The German hospitality sector is bracing for a potential political fallout as states and the federal government appear locked in a dispute over planned tax relief measures. The German Hotel and Restaurant Association (Dehoga) has issued a stark warning against any backtracking on the promised reduction of the value-added tax (VAT) for restaurant meals, currently slated to drop from 19% to 7% on January 1st.
Ingrid Hartges, CEO of Dehoga, voiced the industry’s anxieties in response to reports suggesting that regional authorities are hesitant to endorse the tax adjustments, citing concerns regarding substantial revenue losses. Federal Finance Minister Lars Klingbeil (SPD) has definitively ruled out federal compensation, further complicating the situation and intensifying the pressure on states to adopt the planned reductions.
Hartges emphasized the critical role of restaurants, cafes and traditional taverns within communities, describing them as “public living rooms” essential for social cohesion. She warned that reversing the tax cut would jeopardize the viability of these important establishments, which are already struggling under the weight of rising operational costs.

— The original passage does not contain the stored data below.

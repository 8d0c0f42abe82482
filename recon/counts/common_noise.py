"""Noise that channels share, found in what frames leave unexplained.

The covariance of normalised residuals is taken as 1 + Σ_k p_k p_kᵀ: noise of each channel's own,
and a few patterns p_k over the channels. Patterns are the leading singular vectors that rise
above what independent noise would show, σ(1 + √(channels/frames)) (Marchenko and Pastur, Math. USSR
Sbornik 1:457, 1967). A uniform pattern reaches the samples only at the channels' zero frequency,
where a slice without a sensor gradient says nothing, so that it can be projected out at no cost.
"""

from __future__ import annotations

from collections.abc import Sequence
from dataclasses import dataclass

import numpy as np
from numpy.typing import NDArray
from scipy.sparse.linalg import svds

Frames = NDArray[np.float32]
FloatArray = NDArray[np.floating]
MOST_PATTERNS = 3
MOST_FRAMES = 1024
MARGIN = 1.15


@dataclass(frozen=True, eq=False)
class CommonNoise:
    """Patterns of shared noise, (patterns, channels), in units of each channel's whole noise."""

    patterns: FloatArray

    @property
    def share(self) -> float:
        """Variance that is shared, over all."""
        return float((self.patterns**2).sum()) / max(self.patterns.shape[1], 1)

    @property
    def uniform(self) -> bool:
        """The first pattern is the same in all channels, to within a tenth."""
        if not len(self.patterns):
            return False
        first = self.patterns[0]
        return bool(abs(first.mean()) > 0.95 * np.sqrt((first**2).mean()))


def common_noise(residuals: Sequence[Frames], noise: FloatArray, freedom: float) -> CommonNoise:
    """Find it.

    Parameters
    ----------
    residuals
        (frames, channels) each, nothing but noise.
    noise
        Their standard deviation, (channels,).
    freedom
        Share of a residual's variance that the fit left.
    """
    alive = noise > 0
    channels = int(alive.sum())
    none = CommonNoise(np.zeros((0, len(noise))))
    if channels < 16:
        return none
    every = max(1, sum(len(one) for one in residuals) // MOST_FRAMES)
    stacked = np.concatenate([one[::every] for one in residuals])[:, alive]
    stacked /= (noise[alive] * np.sqrt(freedom)).astype(np.float32)
    count = min(MOST_PATTERNS, min(stacked.shape) - 1)
    rng = np.random.default_rng(0)
    start = rng.standard_normal(min(stacked.shape)).astype(np.float32)
    _, values, patterns = svds(stacked, k=count, v0=start)
    order = np.argsort(values)[::-1]
    edge = np.sqrt(len(stacked)) + np.sqrt(channels)
    kept = [k for k in order if values[k] > MARGIN * edge]
    held = np.zeros((len(kept), len(noise)))
    for row, k in enumerate(kept):
        power = values[k] ** 2 / len(stacked) - 1
        held[row, alive] = patterns[k] * np.sqrt(max(power, 0))
    return CommonNoise(held) if kept else none
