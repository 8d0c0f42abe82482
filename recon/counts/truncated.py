"""HDF5 files whose end is missing: what is there is read, the rest is zeros.

A copy that broke off cannot be opened as it is. Padded with zeros to its stated size it can, as
long as its directory survives; a row counts if all of its bytes lie before the break.
"""

from __future__ import annotations

import io
from pathlib import Path

import h5py

from recon.errors import InputError


class _Padded(io.RawIOBase):
    """A file that reads as zeros beyond its end, up to any size asked for."""

    def __init__(self, path: Path, size: int) -> None:
        super().__init__()
        self._raw, self._size, self._place = path.open("rb", buffering=0), size, 0

    def seek(self, offset: int, whence: int = io.SEEK_SET) -> int:
        start = {io.SEEK_SET: 0, io.SEEK_CUR: self._place, io.SEEK_END: self._size}[whence]
        self._place = start + offset
        return self._place

    def tell(self) -> int:
        return self._place

    def readinto(self, buffer: memoryview) -> int:  # type: ignore[override]
        view = memoryview(buffer).cast("B")
        self._raw.seek(self._place)
        got = self._raw.readinto(view) or 0
        view[got:] = bytes(len(view) - got)
        self._place += len(view)
        return len(view)

    def close(self) -> None:
        self._raw.close()
        super().close()


def open_padded(path: Path, stated: int) -> tuple[h5py.File, str]:
    """Open a file that should be `stated` bytes long and ends before; also says by how much.

    Raises
    ------
    InputError
        Too much is missing.
    """
    missing = stated - path.stat().st_size
    try:
        return h5py.File(_Padded(path, stated), "r"), f"the file ends {missing} bytes early"
    except (OSError, RuntimeError, ValueError, KeyError) as error:
        raise InputError(
            "is truncated, and so much is missing that nothing can be read",
            str(path),
            "copy the file again",
        ) from error


def superblock(path: Path) -> tuple[int, bool] | None:
    """End-of-file address, and whether a writer has (or had) the file open; None if not HDF5.

    Superblock of version 2 or 3, as the writer makes it (HDF5 file format specification, II.A); of
    any other version nothing is known, and the file is taken as whole.
    """
    with path.open("rb") as raw:
        head = raw.read(48)
    if len(head) < 48 or head[:8] != b"\x89HDF\r\n\x1a\n":
        return None
    if head[8] not in (2, 3) or head[9] != 8:
        return 0, False
    return int.from_bytes(head[28:36], "little"), bool(head[11])


def rows_present(file: h5py.File, rows: int, path: Path) -> int:
    """Number of leading rows whose chunks lie before the file's end."""
    end = path.stat().st_size
    for row in range(rows):
        for name in ("signal", "reference"):
            try:
                chunk = file[name].id.get_chunk_info_by_coord((row, 0, 0, 0))
            except (OSError, RuntimeError, ValueError):
                return row
            if chunk.byte_offset is None or chunk.byte_offset + chunk.size > end:
                return row
    return rows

The planned VAT reduction is being presented by Dehoga as a vital measure for ensuring the survival and future security of hospitality businesses. Hartges underscored a demand for governmental reliability, stressing that the sector is depending on a commitment to deliver on promises made.

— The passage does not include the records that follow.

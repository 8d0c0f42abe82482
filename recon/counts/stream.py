"""The one pass over the counts: rows in, samples in normalised units out, statistics on the way.

Reading (and decompressing) goes on in a thread of its own while rows are worked on.
"""

from __future__ import annotations

import queue
import threading
from collections.abc import Iterable, Iterator
from dataclasses import dataclass
from pathlib import Path
from typing import Any, TypeVar

import numpy as np
from numpy.typing import NDArray

from recon.counts.inspection import Inspection
from recon.counts.record import Counts, CountsRecord
from recon.errors import InputError
from recon.solvers.estimate import Progress

FloatArray = NDArray[np.floating]
ComplexArray = NDArray[np.complexfloating]
Item = TypeVar("Item")
IN_MEMORY = 2**26
CACHED = 2**17
"""Frames times channels that are worked on at once, so that they stay in the processor's cache."""


@dataclass(frozen=True, eq=False)
class RowTable:
    """One entry per row that was used.

    Attributes
    ----------
    row, shot
        Number in the file, and of the protocol's shot.
    clock_time
        Seconds.
    light
        Mean reference count above its offset.
    tone
        Complex amplitude of the tone, mean over channels, in normalised units, before its phase
        was taken off.
    pickup
        Complex amplitudes of the mains lines, mean over channels, (rows, lines).
    """

    row: NDArray[np.int64]
    shot: NDArray[np.int64]
    clock_time: FloatArray
    light: FloatArray
    tone: ComplexArray
    pickup: ComplexArray


@dataclass(eq=False)
class Scratch:
    """Sums of each shot's samples over its rows, complex64 (shots, windows, channels)."""

    sums: NDArray[np.complex64]
    measured: NDArray[np.int64]

    @classmethod
    def create(cls, counts: CountsRecord, folder: Path) -> Scratch:
        """In memory where small, else in a file of `folder` that the caller removes."""
        shots, windows = len(counts.protocol), len(counts.protocol.sample_times)
        shape = (shots, windows, int(np.prod(counts.row_shape[1:])))
        measured = np.zeros(shots, np.int64)
        if 8 * int(np.prod(shape)) <= IN_MEMORY:
            return cls(np.zeros(shape, np.complex64), measured)
        try:
            held = np.memmap(folder / "samples", np.complex64, "w+", shape=shape)
        except OSError as error:
            raise InputError(f"cannot write ({error.strerror})", str(folder)) from error
        return cls(held, measured)

    def add(self, shot: int, samples: ComplexArray) -> None:
        """Add one row of a shot."""
        if self.measured[shot]:
            self.sums[shot] += samples
        else:
            self.sums[shot] = samples
        self.measured[shot] += 1


def stream(
    counts: CountsRecord,
    use: NDArray[np.int64],
    look: Inspection,
    scratch: Scratch,
    tone: bool,
    progress: Progress,
) -> tuple[RowTable, FloatArray, NDArray[np.bool_], ComplexArray]:
    """Fill the scratch; also light, saturation and mean tone phasor of every channel.

    With a tone, rows are turned by its phase: each by its own where their starts jitter, all by the
    same where they do not.
    """
    channels = int(np.prod(counts.row_shape[1:]))
    light: FloatArray = np.zeros(channels)
    phasor: ComplexArray = np.zeros(channels, complex)
    saturated: NDArray[np.bool_] = np.zeros(channels, bool)
    rows: list[tuple[Any, ...]] = []
    used, tones = set(use.tolist()), int(counts.acquisition.tone is not None)
    for where, signals, references in prefetched(counts.rows()):
        for row in range(where.start, where.stop):
            if row not in used:
                continue
            signal, reference = signals[row - where.start], references[row - where.start]
            samples, lines, level, full = _row(counts, look, signal, reference, row)
            mean = complex(lines[0] @ look.tone_weight) if tone else 1.0
            if tone:
                turn = look.turn(mean)
                samples *= np.complex64(turn)
                phasor += lines[0] * turn
            light += level
            saturated |= full
            scratch.add(int(counts.shot[row]), samples)
            pickup = lines[tones:].mean(axis=1)
            rows.append((row, counts.shot[row], counts.clock_time[row], level.mean(), mean, pickup))
            progress("converting counts", (row + 1) / len(counts))
    columns = [np.array(column) for column in zip(*rows, strict=True)]
    number = len(rows)
    return RowTable(*columns), light / number, saturated, phasor / number


def _row(
    counts: CountsRecord, look: Inspection, signal: Counts, reference: Counts, row: int
) -> tuple[ComplexArray, ComplexArray, FloatArray, NDArray[np.bool_]]:
    """Samples, line amplitudes, reference level and saturation of one row's channels."""
    acquisition = counts.acquisition
    offset = np.float32(acquisition.count_offset)
    signal, reference = (one.reshape(len(one), -1) for one in (signal, reference))
    per_window, channels = acquisition.frames_per_window, signal.shape[1]
    windows = len(signal) // per_window
    together = max(1, CACHED // (per_window * channels))
    frames = np.empty((min(together, windows) * per_window, channels), np.float32)
    light, level = np.empty_like(frames), np.zeros(channels, np.float32)
    share = np.full(len(frames), 1 / len(signal), np.float32)
    sums = look.demodulator.begin(channels)
    for start in range(0, windows, together):
        part = slice(start, min(start + together, windows))
        those = slice(part.start * per_window, part.stop * per_window)
        count = those.stop - those.start
        np.subtract(signal[those], offset, out=frames[:count], dtype=np.float32)
        np.subtract(reference[those], offset, out=light[:count], dtype=np.float32)
        level += share[:count] @ light[:count]
        look.reference.divide(frames[:count], light[:count], part.stop - part.start)
        look.demodulator.add(part, frames[:count], sums)
    if not (level > 0).any():
        raise InputError(
            f"the reference of row {row} (shot {counts.shot[row]}) is zero throughout",
            str(counts.path),
            "check the reference readout, or leave the shot out",
        )
    samples, lines = look.demodulator.finish(sums)
    divisor = look.reference.left(level)
    samples /= divisor
    lines /= divisor
    full = signal.max(axis=0) >= acquisition.full_scale_count
    return samples, lines, np.asarray(level, np.float64), full


def prefetched(items: Iterable[Item], ahead: int = 1) -> Iterator[Item]:
    """The items, each fetched in another thread while the one before is worked on."""
    waiting: queue.Queue[Any] = queue.Queue(ahead)
    stop = threading.Event()

    def fetch() -> None:
        try:
            for item in items:
                while not stop.is_set():
                    try:
                        waiting.put((item, None), timeout=0.2)
                        break
                    except queue.Full:
                        continue
                if stop.is_set():
                    return
            waiting.put((None, None))
        except BaseException as error:  # handed to the consumer
            waiting.put((None, error))

    thread = threading.Thread(target=fetch, daemon=True)
    thread.start()
    try:
        while True:
            item, error = waiting.get()
            if error is not None:
                raise error
            if item is None:
                return
            yield item
    finally:
        stop.set()
        while not waiting.empty():
            waiting.get_nowait()
        thread.join()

The impasse highlights a wider tension between the federal government’s desire to stimulate the economy and regional authorities’ anxieties over fiscal constraints. While the proposed tax cut is intended to bolster the hospitality sector, its implementation is now deeply uncertain, raising questions about the government’s ability to follow through on its economic pledges and potentially leading to further instability within a key sector of the German economy.